A partir da indicação do antropólogo Antonio Risério, que escreveu o texto fundador do museu, fomos convidados pelo Ministério da Cultura para elaborar o projeto. Montamos uma equipe multidisciplinar para, desde o início, pensar arquitetura e conteúdo como um conjunto. Pensar nos espaços e nas sensações que queríamos criar no espectador, nas informações a serem transmitidas e nas experiências a serem vividas naquele espaço a ser inventado. Para a construção do museu, o Governo do Estado de Pernambuco destinou um dos armazéns do antigo Porto do Recife e uma grande área contígua. Uma área à beira mar, na ilha histórica onde nasceu a cidade do Recife, junto ao Marco Zero.
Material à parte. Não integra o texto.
#!/usr/bin/env bash
# Benchmarks: what users wait for, measured natively, in Node and in headless
# Chromium. Run through `./build.sh bench` (which builds dist/ first).
# Figures print as JSON lines; copy them into README.md's performance section.
# Never run from the tests: timings are not assertions.
set -euo pipefail
cd "$(dirname "$0")/.."
SIZES="${BENCH_SIZES:-1000 10000 100000 1000000}"

echo "== intake: native (release)"
cargo run --quiet --release --example bench_intake -- $SIZES
echo "== intake: native against pandas.read_csv + pyproj transverse Mercator (same 1,000,000-row file, best of 3 each)"
python3 bench/intake_vs_pandas.py 1000000
echo "== intake: Node.js (dist/node)"
node --max-old-space-size=4096 bench/intake-node.mjs $SIZES
echo "== intake: headless Chromium page (worker)"
node bench/intake-browser.mjs $SIZES
echo "== hotspots: headless Chromium page (worker)"; node bench/hotspots-browser.mjs
echo "== clustering envelopes: native, portable x86-64 build (release)"
cargo run --quiet --release --example bench_clustering
echo "== clustering envelopes: native, built for this machine's CPU (target-cpu=native)"
RUSTFLAGS="-C target-cpu=native" CARGO_TARGET_DIR=target/native-cpu \
  cargo run --quiet --release --example bench_clustering
echo "== clustering: nanoseconds per pair, our K against a plain count-and-histogram loop (portable build)"
cargo run --quiet --release --example bench_k_pairs
echo "== clustering: our K against scipy's cKDTree.count_neighbors (same points, same radii)"
cargo run --quiet --release --example bench_clustering -- export
python3 bench/clustering_vs_scipy.py
echo "== clustering envelopes: headless Chromium page (worker)"; node bench/clustering-browser.mjs 10000 199 k l demo
echo "== clustering, large patterns: pairs on a fine grid, native (release): error against every pair, and time"
cargo run --quiet --release --example bench_clustering -- binned-error
cargo run --quiet --release --example bench_clustering -- binned 199
echo "== clustering, large patterns: 100,000 events on a fine grid in the page, and every pair against the grid at 10,000"
node bench/clustering-browser.mjs large 100000 199
echo "== a 200,000-event file in the page, step by step (headless Chromium)"
node bench/walk-200k.mjs 200000
echo "== memory when the same 1,000,000-row file is chosen six times (headless Chromium)"
node bench/reload-memory.mjs 1000000 6
echo "== random labelling test: native (release), one visit of the pairs against relabellings"
cargo run --quiet --release --example bench_labelling -- export
echo "== random labelling test: the same D(r) with scipy + numpy (stored pairs, numpy re-sums)"
python3 bench/labelling_vs_numpy.py
echo "== random labelling test: headless Chromium page, spread over helper workers and on one"
node bench/labelling-browser.mjs 199
echo "== random labelling test: level and power over 1,000 seeded data sets each (D and cross-type L)"
cargo run --quiet --release --example calibration_labelling -- 1000
echo "== relative-risk surface: Node.js, 5,000 cases + 20,000 controls, 256 x 256, 99 labellings"
node bench/relrisk.mjs
echo "== relative-risk surface: headless Chromium page, spread over helper workers and on one"
node bench/relrisk-browser.mjs
echo "== scan against population counts: Node.js (demo blocks, 2,000 and 20,000 invented points)"
node bench/scan-population-node.mjs
echo "== scan: headless Chromium page, spread over helper workers and on one"
node bench/scan-browser.mjs 999
echo "== scan centred on every event, cases against controls: native (release), 10,000 events, one thread and two"
cargo run --quiet --release --example bench_scan -- 10000 999 2
echo "== the same in the page: 10,000 and 5,000 events, every place and grid cells, spread over helper workers and on one"
node bench/scan-browser.mjs 999 1 large 10000
node bench/scan-browser.mjs 999 1 large 5000
echo "== Mantel test and space-time K: native (release), 5,000 events, one thread and spread"
cargo run --quiet --release --example bench_mantel_stk -- export
echo "== Mantel test and space-time K: headless Chromium page, spread over helper workers and on one"
node bench/mantel-stk-browser.mjs
echo "== Mantel test and space-time K: level over 1,000 seeded data sets without interaction"
cargo run --quiet --release --example bench_mantel_stk -- calibrate 1000
echo "== near-repeat table and Knox test: native (release), one thread and every core"
cargo run --quiet --release --example bench_near_repeat -- export
echo "== near-repeat table: the same counts and permutations with scipy + numpy"
python3 bench/near_repeat_numpy.py
echo "== near-repeat table and Knox test: headless Chromium page, spread over helper workers and on one"
node bench/near-repeat-browser.mjs 999
echo "== time line: Node.js, invented events with from/to dates (read, timeline by day/week/month, eventTimes)"
node --max-old-space-size=4096 bench/timeline-node.mjs 10000 100000 1000000
echo "== space-time permutation scan: native (release), 10,000 events at 1,000 places over a year, prospective 999 and retrospective 3 permutations"
cargo run --quiet --release --example bench_st_scan -- 10000 1000 999 3
echo "== space-time permutation scan: level over 1,000 seeded data sets without space-time interaction (99 permutations each)"
cargo run --quiet --release --example bench_st_scan -- calibration 1000
echo "== space-time permutation scan: headless Chromium page, spread over helper workers and on one"
node bench/st-scan-browser.mjs 10000 1000 999 3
Demos início aos trabalhos e, ao mergulhar na obra de Gonzaga, nos deparamos com o óbvio: ninguém melhor que ele cantou (e contou) o sertão. Não há aspecto da vida sertaneja que tenha ficado fora de suas quase 700 canções, verdadeiras joias da música brasileira. Decidimos então que nosso museu deveria, ao cantar Luiz Gonzaga, contar o sertão e, inversamente, contar o genial inventor cantando o sertão. Já não sendo somente um museu em homenagem ao artista, deveria trazer o sertão para a beira do mar, abrindo os olhos para o universo fantástico, ao mesmo tempo rico e pobre, trágico e festivo, violento e poético de grande parte da população que habita esta vastidão territorial chamada Sertão.
Assim nasceu o Cais do Sertão Luiz Gonzaga.
Em consonância com a proposta urbanística do Estado e do Município de manter os antigos galpões do porto dando-lhes novas funções, começamos a desenvolver nosso projeto com o aproveitamento de um deles (2500m2) e criando um novo edifício (5000m2), conectado ao galpão reforçando a estrutura longilínea de construções do porto, para abrigar todo o programa do museu.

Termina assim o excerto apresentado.